As part of the SRE team, you will:
- Engage in and improve the whole lifecycle of services - from design, through deployment, operation and refinement.
- Work with engineering teams to design and write code to create systems which are highly available and able to scale seamlessly.
- Help improve reliability, stability and scalability challenges with engineering teams
- Get involved in deep diagnosis of incidents, and engage with multiple highly skilled engineering teams on resolutions.

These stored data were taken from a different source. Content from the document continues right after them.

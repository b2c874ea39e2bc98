/**
 * The live preview of a cooling schedule (uPlot): temperature (log scale, left) and the
 * probability of accepting the sampled mean uphill change (right) over the run. The
 * container's `data-profile` holds the plotted pAccept at 0, 25, 50, 75 and 100% of the run,
 * so a test can see the preview change.
 */
import uPlot from "uplot";
import type { ProfilePoint } from "../core/index.js";

/** A uPlot chart of a cooling profile that follows its container's width. */
export class CoolingPlot {
  private plot: uPlot | undefined;

  /** @param container - the element the chart is drawn in */
  constructor(private readonly container: HTMLElement) {
    window.addEventListener("resize", () => this.plot?.setSize(this.size()));
  }

  /**
   * Show `points` (replaces the previous profile).
   *
   * @param points - a profile from `profile`, fraction 0 first
   * @example plot.show(profile({ kind: "timeFraction" }, "metropolis", 20, 1e5))
   */
  show(points: readonly ProfilePoint[]): void {
    const data: uPlot.AlignedData = [
      points.map((p) => p.fraction * 100),
      points.map((p) => Math.max(p.temperature, 1e-12)),
      points.map((p) => p.pAccept),
    ];
    this.container.dataset.profile = JSON.stringify(
      [0, 0.25, 0.5, 0.75, 1].map((f) => {
        const i = Math.round(f * (points.length - 1));
        return Number((points[i]?.pAccept ?? 0).toPrecision(4));
      }),
    );
    if (!this.plot) {
      this.plot = new uPlot(
        {
          ...this.size(),
          cursor: { drag: { x: false, y: false } },
          legend: { live: false },
          scales: { x: { time: false }, T: { distr: 3 }, P: { range: [0, 1] } },
          axes: [
            { label: "% of run", size: 34, labelSize: 14, font: "11px Segoe UI, sans-serif", labelFont: "11px Segoe UI, sans-serif" },
            {
              scale: "T",
              label: "Temperature",
              size: 52,
              labelSize: 14,
              font: "11px Segoe UI, sans-serif",
              labelFont: "11px Segoe UI, sans-serif",
              values: (_u, splits) => splits.map((v) => (v == null ? "" : compact(v))),
            },
            {
              scale: "P",
              side: 1,
              label: "Worse moves accepted",
              size: 40,
              labelSize: 14,
              grid: { show: false },
              font: "11px Segoe UI, sans-serif",
              labelFont: "11px Segoe UI, sans-serif",
            },
          ],
          series: [
            { label: "% of run" },
            { label: "temperature", scale: "T", stroke: "#b4532a", width: 2 },
            { label: "Worse moves accepted (share)", scale: "P", stroke: "#0f6cbd", width: 2 },
          ],
        },
        data,
        this.container,
      );
    } else {
      this.plot.setData(data);
    }
  }

  private size(): { width: number; height: number } {
    return { width: Math.max(240, this.container.clientWidth || 320), height: 170 };
  }
}

function compact(v: number): string {
  if (v === 0) return "0";
  const a = Math.abs(v);
  return a >= 1e4 || a < 1e-2 ? v.toExponential(0) : String(Number(v.toPrecision(3)));
}
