/**
 * The optional background under the route map: web map tiles from a server the user named,
 * handled by Leaflet (tile addressing, Web Mercator projection, fitting the view), which is
 * loaded only when a background is chosen, so the default map loads no library and requests
 * nothing. The routes stay on Kiln's own canvas above; Leaflet's projection places them.
 */
import type { LatLon } from "../core/index.js";
import type { FittedProjection } from "./fitEquirectangular.js";
import type { MapBackground } from "./mapBackgroundSetting.js";
import type { MapProjector } from "./RouteMap.js";

type Leaflet = typeof import("leaflet");

/** Tile events, for the pane's status line. */
export interface TileEvents {
  /** Called after each tile loads or fails, with the running counts. */
  onTiles(loaded: number, failed: number): void;
}

/** A Leaflet map inside `container`, fitted to the routes on each draw. */
export class TileBackground implements MapProjector {
  private constructor(
    private readonly L: Leaflet,
    private readonly map: import("leaflet").Map,
    private readonly container: HTMLElement,
  ) {}

  /**
   * Load Leaflet and show `background`'s tiles in `container` (which must sit exactly under the map's canvas).
   *
   * @param container - an empty element the size of the canvas
   * @param background - the checked tile template and attribution
   * @param events - tile load and error counts
   * @returns the background, ready to be passed to `RouteMap.setProjector`
   * @example map.setProjector(await TileBackground.create(dom.mapTiles, bg, { onTiles: () => {} }))
   */
  static async create(container: HTMLElement, background: MapBackground, events: TileEvents): Promise<TileBackground> {
    // One chunk named "leaflet", fetched from the pane's own origin only when a background is chosen.
    const [mod, css] = await Promise.all([
      import(/* webpackChunkName: "leaflet" */ "leaflet"),
      import(/* webpackChunkName: "leaflet" */ "leaflet/dist/leaflet.css"),
    ]);
    const L = ((mod as { default?: Leaflet }).default ?? mod) as Leaflet;
    addStyle(css.default);
    container.hidden = false;
    container.replaceChildren();
    // A still picture: the routes' canvas takes the pointer, and the view follows the plan.
    const map = L.map(container, {
      zoomControl: false,
      attributionControl: false,
      dragging: false,
      touchZoom: false,
      scrollWheelZoom: false,
      doubleClickZoom: false,
      boxZoom: false,
      keyboard: false,
      zoomSnap: 0,
      zoomAnimation: false,
      fadeAnimation: false,
      markerZoomAnimation: false,
      inertia: false,
    });
    let loaded = 0;
    let failed = 0;
    L.tileLayer(background.template, { maxZoom: 19, minZoom: 0 })
      .on("tileload", () => events.onTiles(++loaded, failed))
      .on("tileerror", () => events.onTiles(loaded, ++failed))
      .addTo(map);
    return new TileBackground(L, map, container);
  }

  /**
   * Fit the view to `points` with `paddingPx` to spare and return Leaflet's projection of it.
   *
   * @param points - the depots and stops, decimal degrees
   * @param width - canvas width, px (the container has the same size)
   * @param height - canvas height, px
   * @param paddingPx - margin on every side
   * @returns container pixel positions and the scale along the map's middle
   * @example background.fit([{ lat: 53.96, lon: -1.08 }], 350, 260, 26).project({ lat: 53.96, lon: -1.08 }) // => { x: 175, y: 130 }
   */
  fit(points: readonly LatLon[], width: number, height: number, paddingPx: number): FittedProjection {
    const { L, map } = this;
    map.invalidateSize({ animate: false, pan: false });
    const bounds = L.latLngBounds(points.map((p) => L.latLng(p.lat, p.lon)));
    // One point (or all on one spot): about a street's width around it rather than the deepest zoom.
    map.fitBounds(bounds, { padding: L.point(paddingPx, paddingPx), animate: false, maxZoom: 16 });
    const size = map.getSize();
    const mid = size.y / 2;
    const metres = map.distance(map.containerPointToLatLng(L.point(0, mid)), map.containerPointToLatLng(L.point(size.x || width, mid)));
    return {
      project: (p) => {
        const pt = map.latLngToContainerPoint(L.latLng(p.lat, p.lon));
        return { x: pt.x, y: pt.y };
      },
      pxPerKm: metres > 0 ? (size.x || width) / (metres / 1000) : 1,
    };
  }

  /** Remove the map and hide its container. */
  destroy(): void {
    this.map.remove();
    this.container.replaceChildren();
    this.container.hidden = true;
  }
}

/**
 * Leaflet's stylesheet, once, as a constructed stylesheet adopted by the document (a `<style>`
 * element would need `'unsafe-inline'` in the page's `style-src`); image references dropped (no
 * marker or layer control is used, so nothing is fetched).
 */
let leafletSheet: CSSStyleSheet | undefined;
function addStyle(css: string): void {
  if (leafletSheet) return;
  leafletSheet = new CSSStyleSheet();
  leafletSheet.replaceSync(css.replace(/url\([^)]*\)/g, "none"));
  document.adoptedStyleSheets = [...document.adoptedStyleSheets, leafletSheet];
}
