/**
 * Entry of the task pane page: decide between Excel and the standalone page, then start the
 * matching pane. With an Office host hint the badge says "Connecting to Excel…" while Office
 * starts; if Excel answers only after the wait, the pane reloads into Excel mode unless the
 * user has started working in the standalone pane. A failure to start shows in the page itself.
 */
import { describeError } from "./guardHandler.js";
import { officeDiagnostics } from "./officeDiagnostics.js";
import { readOfficeHint, whenOfficeReady } from "./whenOfficeReady.js";

function showBanner(message: string): void {
  const box = document.getElementById("pane-error");
  const text = document.getElementById("pane-error-text");
  if (box && text) {
    text.textContent = message;
    box.hidden = false;
  }
}

async function boot(): Promise<void> {
  const badge = document.getElementById("mode-badge");
  const ready = await whenOfficeReady({
    hint: readOfficeHint(),
    onWaiting: () => {
      if (badge) {
        badge.dataset.mode = "connecting";
        badge.textContent = "Connecting to Excel…";
      }
    },
  });
  const diagnostics = document.getElementById("diagnostics");
  if (diagnostics) diagnostics.textContent = officeDiagnostics();
  if (ready.mode === "excel") {
    const { ExcelPaneController } = await import("./ExcelPaneController.js");
    new ExcelPaneController().init();
  } else {
    const { FilePaneController } = await import("./FilePaneController.js");
    new FilePaneController().init();
    if (ready.why) showBanner(`${ready.why}; the pane runs as the standalone planner on files. Reload the pane to try Excel again.`);
    void ready.late?.then((excel) => {
      if (!excel) return;
      if (!touched) window.location.reload();
      else showBanner("Excel answered late. Reload the pane to switch to Excel mode (your work in this pane is not kept).");
    });
  }
  document.body.dataset.ready = "true";
}

let touched = false;
for (const kind of ["pointerdown", "keydown"]) document.addEventListener(kind, () => (touched = true), { once: true });

boot().catch((err: unknown) => {
  console.error("Kiln pane failed to start", err);
  showBanner(`The pane could not start: ${describeError(err)}. Reload the pane; if it persists, report this message.`);
});
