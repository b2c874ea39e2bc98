/**
 * The geocoded places the map marks as doubtful: stops and depots whose address matched only a
 * street or town (approximate), several places far apart (ambiguous), or a point far from the
 * others (far away). A stop not found is not on the map as a place: the plan lists it unassigned.
 */
import type { Problem } from "../core/index.js";
import { matchText, type ReviewItem } from "../geocode/index.js";
import type { StopRow } from "../sheets/ReadResult.js";
import { depotName } from "./describeRoutes.js";

/** One doubtful place on the map. */
export interface DoubtfulPlace {
  /** Index into `Problem.locations`. */
  readonly location: number;
  /** The stop's name (or id), or the depot's name. */
  readonly name: string;
  /** Where the address was typed, "Stops!C5". */
  readonly cell: string;
  /** What the address was matched to, e.g. "approximate (matched a street, not a house): Clay Street". */
  readonly match: string;
}

/** The qualities drawn as doubtful. */
const DOUBTFUL = new Set(["approximate", "ambiguous", "far"]);

/**
 * The doubtful places of a located read: stops by their sheet row (`StopRow.sheetRow`), depots
 * by their geocoded point (a depot's location holds the best candidate's coordinates).
 *
 * @param problem - the problem read from the located tables
 * @param stopRows - where each stop came from (`ReadResult.stopRows`)
 * @param review - the geocoding review of those tables (`LocatedTables.review`)
 * @returns one entry per doubtful place, in review order (the most doubtful first)
 * @example doubtfulPlaces(read.problem, read.stopRows, located.review)[0]
 * // => { location: 4, name: "Mill Street Deli", cell: "Round!C7", match: "approximate (...): Mill Street, Crustwick" }
 */
export function doubtfulPlaces(problem: Problem, stopRows: readonly StopRow[], review: readonly ReviewItem[]): DoubtfulPlace[] {
  const bySheetRow = new Map(stopRows.map((r) => [r.sheetRow, r.stop]));
  const depots = [...new Set(problem.vehicles.flatMap((v) => [v.startLocation, v.endLocation]))];
  const out: DoubtfulPlace[] = [];
  const seen = new Set<number>();
  for (const item of review) {
    if (!DOUBTFUL.has(item.quality) || !item.best) continue;
    const best = item.best;
    let location: number | undefined;
    let name: string;
    if (item.table === "stops") {
      const stop = problem.stops[bySheetRow.get(item.sheetRow0 + 1) ?? -1];
      if (!stop) continue;
      location = stop.location;
      name = stop.name || stop.id;
    } else {
      location = depots.find((loc) => problem.locations[loc]?.lat === best.lat && problem.locations[loc]?.lon === best.lon);
      if (location === undefined) continue;
      name = depotName(problem, location);
    }
    if (seen.has(location)) continue;
    seen.add(location);
    out.push({ location, name, cell: item.cell, match: matchText(item) });
  }
  return out;
}
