/**
 * The result's status line, totals and broken rules (the map is drawn by `RouteMap`).
 */
import type { Plan, Problem, SolveResult } from "../core/index.js";
import { TERMS } from "../sheets/terms.js";
import type { PaneDom } from "./paneDom.js";

/**
 * Show the totals of a run.
 *
 * @param dom - the pane's elements
 * @param problem - the solved problem
 * @param result - the run's result
 * @param stopped - true when the user stopped the run early
 * @example renderResult(dom, read.problem, result, false)
 */
export function renderResult(dom: PaneDom, problem: Problem, result: SolveResult, stopped: boolean): void {
  const { plan, stats } = result;
  const t = plan.totals;
  const status = dom.resultStatus;
  const how = stopped ? "Stopped early; best plan so far" : "Finished";
  const left = t.mustServeUnassigned;
  status.textContent = plan.feasible
    ? `${how}: every rule kept (${stats.moves.toLocaleString("en")} moves).`
    : plan.violations.length === 0
      ? `${how}: ${left} stop${left === 1 ? "" : "s"} that must be served could not be served within capacity, windows and shifts; see below.`
      : `${how}: this plan breaks ${plan.violations.length} rule(s); see below.`;
  status.className = plan.feasible ? "status ok" : "status bad";
  status.dataset.feasible = String(plan.feasible);
  dom.totals.replaceChildren(
    ...totalsRows(problem, plan).flatMap(([k, v]) => {
      const dt = document.createElement("dt");
      dt.textContent = k;
      const dd = document.createElement("dd");
      dd.textContent = v;
      return [dt, dd];
    }),
  );
  dom.violations.replaceChildren(
    ...plan.violations.map((v) => {
      const li = document.createElement("li");
      li.textContent = v;
      return li;
    }),
    ...plan.unassigned.map((u) => {
      const li = document.createElement("li");
      li.className = "warning";
      const stop = problem.stops[u.stop];
      li.textContent = `${stop ? stop.name || stop.id : `stop ${u.stop}`} not served: ${u.reason}`;
      return li;
    }),
  );
}

/**
 * The pane's totals as label and text pairs; the unassigned counts carry the words of the plan
 * sheet and the CLI (`TERMS`).
 *
 * @param problem - the solved problem
 * @param plan - the plan shown
 * @returns rows in display order
 * @example totalsRows(problem, plan)[7] // => ["Unassigned", "2"]
 */
export function totalsRows(problem: Problem, plan: Plan): [string, string][] {
  const t = plan.totals;
  return [
    ["Vehicles", `${t.vehiclesUsed} of ${problem.vehicles.length}`],
    ["Distance", `${t.distanceKm.toFixed(1)} km`],
    ["Driving", hours(t.drivingMin)],
    ["Duty", hours(t.dutyMin)],
    ["Waiting", hours(t.waitMin)],
    ["Late", `${Math.round(t.lateMin)} min`],
    ["Cost", t.cost.toLocaleString("en", { maximumFractionDigits: 2 })],
    [TERMS.unassigned, String(t.unassigned)],
    [TERMS.mustServeLeftOut, String(t.mustServeUnassigned)],
  ];
}

function hours(minutes: number): string {
  return `${(minutes / 60).toFixed(1)} h`;
}
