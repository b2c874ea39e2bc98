/**
 * The task pane's behaviour, top to bottom: pick stops and fleet, settings, cooling preview,
 * plan routes in the worker, show and write the result, rerun from a plan sheet. Works the same
 * over Excel and over a file (see `PaneSource`); every handler goes through one guard. The tables,
 * Settings sheet and pickers a run reads are `PaneTables`'s; the run, its result and Rerun are here.
 */
import type { SolveResult } from "../core/index.js";
import { CAUTION_TEXT } from "../sheets/caution.js";
import { TERMS } from "../sheets/terms.js";
import { STABILITY_COST_DEFAULT } from "../sheets/PlanSettings.js";
import type { ReadResult } from "../sheets/ReadResult.js";
import { writeScenarioResult } from "../workbook/scenario.js";
import { ComparePlansPanel } from "./ComparePlansPanel.js";
import { ConvergencePlot } from "./ConvergencePlot.js";
import { MapBackgroundControl } from "./MapBackgroundControl.js";
import type { PaneSource } from "./PaneSource.js";
import { PaneTables } from "./PaneTables.js";
import { NavigationDownloads } from "./navigationDownloads.js";
import { readForm, writeForm } from "./paneDom.js";
import { renderResult } from "./renderResult.js";
import { RouteMap } from "./RouteMap.js";
import { doubtfulPlaces, type DoubtfulPlace } from "./doubtfulPlaces.js";
import { PointerHold } from "./pointerHold.js";
import { showFinished, showProgress } from "./runProgress.js";
import { defaultPaneWorkers, formFromSettings, settingsFromForm } from "./settingsFromForm.js";
import { SolverClient } from "./SolverClient.js";
import { SolverPool } from "./SolverPool.js";
import { storedRunRecord } from "./storedRunRecord.js";

/** The pane. Call `init` once. */
export class PaneController extends PaneTables {
  /** The run's workers: the preview's worker is chain 0, more are started when the Workers field asks. */
  private readonly pool = new SolverPool(this.solver, () => new SolverClient());
  private readonly convergence = new ConvergencePlot(this.dom.convergencePlot);
  private readonly map = new RouteMap({
    canvas: this.dom.map,
    tooltip: this.dom.mapTooltip,
    labels: this.dom.mapLabels,
    legend: this.dom.legend,
    text: this.dom.mapText,
  });
  private readonly mapBackground = new MapBackgroundControl(this.dom, this.map, () => this.source.port);
  private readonly downloads = new NavigationDownloads(this.dom.downloadGpx, this.dom.downloadGeoJson);
  private readonly compare = new ComparePlansPanel({
    solver: this.solver,
    formSettings: () => settingsFromForm(readForm(this.dom)).settings,
    prepare: () => this.prepareRun(),
    busyChanged: () => this.setOptimizeEnabled(),
    guard: (name, fn) => this.guard(name, fn),
  });
  private last:
    | {
        read: ReadResult & { ok: true };
        result: SolveResult;
        scenario: string;
        runSeconds: number;
        matrixSource?: string;
        /** The plan sheet the run started from (re-planning a published day). */
        fromPlan?: string;
        written?: string;
        /** Places whose geocoded address is doubtful, for the map. */
        doubtful: readonly DoubtfulPlace[];
      }
    | undefined;

  /** Wire the handlers and show the initial state. */
  init(): void {
    const d = this.dom;
    document.body.dataset.mode = this.source.mode;
    d.modeBadge.dataset.mode = this.source.mode;
    d.modeBadge.textContent = this.source.mode === "excel" ? "in Excel" : "standalone · files";
    d.caution.textContent = CAUTION_TEXT;
    d.stabilityCost.placeholder = `${STABILITY_COST_DEFAULT} (default)`;
    d.workers.value = String(defaultPaneWorkers(navigator.hardwareConcurrency));
    d.errorClose.addEventListener("click", () => (d.error.hidden = true));
    const settingsChanged = this.guard("Reading the settings", () => this.settingsChanged());
    const hold = new PointerHold(document);
    const onSettings = (): void => hold.run(settingsChanged);
    for (const input of d.formInputs) input.addEventListener("change", onSettings);
    for (const input of d.formInputs) if (input instanceof HTMLInputElement) input.addEventListener("input", onSettings);
    d.optimize.addEventListener(
      "click",
      this.guard(TERMS.planAction, () => this.optimize()),
    );
    d.stop.addEventListener(
      "click",
      this.guard("Stop", () => this.pool.stop()),
    );
    d.write.addEventListener(
      "click",
      this.guard("Write to workbook", () => this.write()),
    );
    d.rerun.addEventListener(
      "click",
      this.guard("Rerun", () => this.rerun()),
    );
    if (this.source.pickSelection) {
      const pick = this.source.pickSelection.bind(this.source);
      d.stopsUseSelection.addEventListener(
        "click",
        this.guard("Use selection (stops)", async () => {
          this.stops = await pick("stops");
          await this.refreshMatrixList();
          await this.refreshRead();
        }),
      );
      d.fleetUseSelection.addEventListener(
        "click",
        this.guard("Use selection (fleet)", async () => {
          this.fleet = await pick("fleet");
          await this.refreshMatrixList();
          await this.refreshRead();
        }),
      );
    }
    this.mapBackground.wire(this.guard);
    this.matrix.wire(this.guard);
    this.planSheet.wire(this.guard);
    this.matrix.follow(
      this.source.watchSheets?.bind(this.source),
      () => this.matrixSkip(),
      (m) => this.showError(m),
    );
    this.guard("Reading the background map setting", () => this.mapBackground.load())();
    this.geocode.init();
    this.compare.init();
    this.updateFormVisibility();
    this.preview.draw();
  }

  /** Replace the workbook (standalone: a newly opened file). */
  protected async setSource(source: PaneSource): Promise<void> {
    this.source = source;
    this.stops = undefined;
    this.fleet = undefined;
    this.read = undefined;
    this.last = undefined;
    this.geocode.reset();
    this.matrix.reset();
    this.planSheet.reset();
    this.dom.result.hidden = true;
    this.downloads.clear();
    await this.mapBackground.load();
    await this.suggestScenarioName();
    await this.loadWorkbookSettings();
    await this.refreshMatrixList();
  }

  private settingsChanged(): void {
    this.updateFormVisibility();
    this.preview.draw();
    this.compare.refresh();
    // Detour, speed, service minutes and windows change the problem itself.
    void this.refreshRead().catch((err: unknown) => this.showError(`Reading the tables failed: ${String(err)}`));
  }

  protected setOptimizeEnabled(): void {
    const busy = this.pool.running || this.solver.running;
    this.dom.optimize.disabled = busy || this.compare.running || !this.read?.ok;
    this.dom.stop.disabled = !this.pool.running || this.compare.running;
    this.compare.setButtons();
  }

  /**
   * Check the form and read the tables with it, as a run starts.
   *
   * @returns the read tables, or undefined when the form or the tables have errors (shown in the pane)
   */
  private async prepareRun(): Promise<(ReadResult & { ok: true }) | undefined> {
    this.dom.error.hidden = true;
    const form = settingsFromForm(readForm(this.dom));
    if (form.issues.length > 0) return void this.showError(form.issues.map((i) => i.message).join(" "));
    await this.refreshRead();
    const read = this.read;
    if (!read?.ok) return void this.showError("Fix the errors listed under Stops and Fleet first.");
    return read;
  }

  private async optimize(): Promise<void> {
    const d = this.dom;
    // Each run is offered a free name of its own (the sheets may have changed since the last one).
    await this.suggestScenarioName();
    const read = await this.prepareRun();
    if (!read) return;
    const s = read.settings;
    const scenario = settingsFromForm(readForm(d)).scenario;
    const doubtful = this.stops ? doubtfulPlaces(read.problem, read.stopRows, this.geocode.review(this.stops.read)) : [];
    const matrixSource = this.matrix.source;
    const fromPlan = read.problem.earlier ? this.planSheet.sheetName : undefined;
    this.convergence.reset();
    this.preview.clearObserved();
    d.progressBar.style.width = "0%";
    d.optimizeSection.dataset.state = "running";
    const budget = s.moves !== undefined ? { moves: s.moves } : { seconds: s.seconds };
    const workers = s.workers ?? 1;
    d.statMemory.textContent = "–";
    let lastDraw = -Infinity;
    this.pool.start(
      read.problem,
      { seed: s.seed, budget, rule: s.rule, cooling: s.cooling, p0: s.p0, pEnd: s.pEnd },
      workers,
      {
        onProgress: (p) => {
          // The workers already pace themselves; this keeps a busy page at one redraw per 200 ms too.
          if (p.elapsedMs - lastDraw < 200 && p.fraction < 1) return;
          lastDraw = p.elapsedMs;
          showProgress(d, this.convergence, p, s.moves === undefined ? s.seconds : undefined, workers);
          this.preview.observe(p);
        },
        onResult: (result, stopped) => {
          d.optimizeSection.dataset.state = stopped ? "stopped" : "done";
          showFinished(d, result, stopped);
          this.preview.measured(result.stats.moves, result.stats.elapsedMs);
          this.last = {
            read,
            result,
            scenario,
            runSeconds: result.stats.elapsedMs / 1000,
            doubtful,
            ...(matrixSource !== undefined ? { matrixSource } : {}),
            ...(fromPlan !== undefined ? { fromPlan } : {}),
          };
          this.setOptimizeEnabled();
          this.showResult(stopped);
        },
        onError: (message, issues) => {
          d.optimizeSection.dataset.state = "error";
          this.setOptimizeEnabled();
          this.showError([message, ...issues.map((i) => `${i.sheet}${i.cell ? "!" + i.cell : ""}: ${i.message}`)].join(" "));
        },
      },
      // Milliseconds since the epoch, the workers' clock: every chain's seconds budget ends together.
      performance.timeOrigin + performance.now(),
    );
    this.setOptimizeEnabled();
  }

  private showResult(stopped: boolean): void {
    const last = this.last;
    if (!last) return;
    const d = this.dom;
    d.result.hidden = false;
    d.writeStatus.textContent = "";
    d.download.hidden = true;
    renderResult(d, last.read.problem, last.result, stopped);
    this.guard("Drawing the map", () => this.map.draw(last.read.problem, last.result.plan, last.doubtful))();
    const { problem, stopRows, extraHeaders } = last.read;
    this.guard("Preparing the GPX and GeoJSON files", () =>
      this.downloads.show({ problem, plan: last.result.plan, stopRows, extraHeaders, scenario: last.scenario }),
    )();
  }

  /** Write the last result as a new scenario sheet plus its Compare row; the file page then offers the download. */
  protected async write(): Promise<{ sheetName: string } | undefined> {
    const last = this.last;
    if (!last || !this.stops || !this.fleet) return undefined;
    if (last.written) {
      this.dom.writeStatus.textContent = `Already written to sheet "${last.written}". ${TERMS.planAction} again for a new plan.`;
      return undefined;
    }
    this.dom.write.disabled = true;
    try {
      const out = await writeScenarioResult(this.source.port, {
        read: last.read,
        result: last.result,
        scenario: last.scenario,
        createdAt: new Date(),
        runSeconds: last.runSeconds,
        stopsSource: this.stops.address,
        fleetSource: this.fleet.address,
        ...(last.matrixSource !== undefined ? { matrixSource: last.matrixSource } : {}),
        ...(last.fromPlan !== undefined ? { fromPlan: last.fromPlan } : {}),
        sheetPerVehicle: this.dom.sheetPerVehicle.checked,
      });
      last.written = out.sheetName;
      const routes = out.routeSheets.map((n) => `"${n}"`).join(", ");
      this.dom.writeStatus.textContent = `Written to sheet "${out.sheetName}"${routes ? `, route sheets ${routes}` : ""} and a row on the Compare sheet.`;
      await this.suggestScenarioName();
      // The new plan sheet can be started from.
      await this.refreshPlanSheetList();
      return out;
    } finally {
      this.dom.write.disabled = false;
    }
  }

  /** The sheet whose stored settings "Rerun" loads; Excel: the active sheet. */
  protected async rerunSheet(): Promise<string | undefined> {
    return this.source.activeSheetName?.();
  }

  private async rerun(): Promise<void> {
    const d = this.dom;
    const sheet = await this.rerunSheet();
    if (!sheet) return void (d.rerunStatus.textContent = "Choose a plan sheet in the list first (plan sheets are the ones Kiln wrote).");
    const stored = await storedRunRecord(this.source.port, sheet);
    if ("message" in stored) return void (d.rerunStatus.textContent = stored.message);
    const record = stored.record;
    writeForm(d, formFromSettings(record.settings, record.scenario, readForm(d)));
    // The run's distances too: its matrix sheet, or straight lines when it used none.
    const matrixNote = await this.matrix.restore(record.matrixSource, this.matrixSkip());
    // The rerun lands in a sheet of its own: offer the next free name, not the plan's own.
    await this.suggestScenarioName();
    // A re-planned run starts from the same plan sheet with the same routes locked (the plan
    // sheets listed afresh: sheets may have been added or renamed since the list was made).
    if (record.fromPlan !== undefined) await this.refreshPlanSheetList();
    const gone = await this.planSheet.restore(record.fromPlan, record.locked ?? []);
    const from = record.fromPlan !== undefined && gone === undefined ? `, starting from plan sheet "${record.fromPlan}"` : "";
    const distances = record.matrixSource !== undefined && matrixNote === undefined ? `, distances from ${record.matrixSource}` : "";
    d.rerunStatus.textContent =
      `Loaded the settings of "${sheet}" (tables were ${record.stopsSource} and ${record.fleetSource}${distances}${from}). ${TERMS.planAction} writes a new sheet, "${d.scenario.value}".` +
      (matrixNote ? ` ${matrixNote}` : "") +
      (gone ? ` ${gone}` : "");
    this.settingsChanged();
  }
}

- Maintain services once they are live by measuring and monitoring availability, latency and overall system health.
- Contribute to a culture of learning and responsibility by writing detailed postmortem reports.
- Identify and resolve problems relating to critical service operations and to prevent their recurrence using automation.
- Be part of a cool team, responsible for one of the largest cloud based services in South East Asia.
- Mentor other engineers, define our technical culture, and help build a fast-growing team
Requirements
- BS degree in computer science, software engineering, information technology or related technical field involving coding, or equivalent practical experience.
- Experience with algorithms, data structures, complexity analysis and software design.
- Experience in one or more of the following: Go, C, C++, Java, Python, Perl or Ruby.
- Possess analytical skills, mental resiliency and the ability to think systematically under stressful conditions
- Highly accountable and takes ownership. Outstanding work ethic, high-integrity, team player, and a lifelong learner
Really Nice to Haves
- Experience in Go.
- Experience with cloud based large-scale infrastructure from vendors such as Amazon Web Services, Azure or Google Cloud Platform
- Contributes to open source project experience with performance analysis and debugging tools.
- Ability to debug and optimize code and automate routine tasks.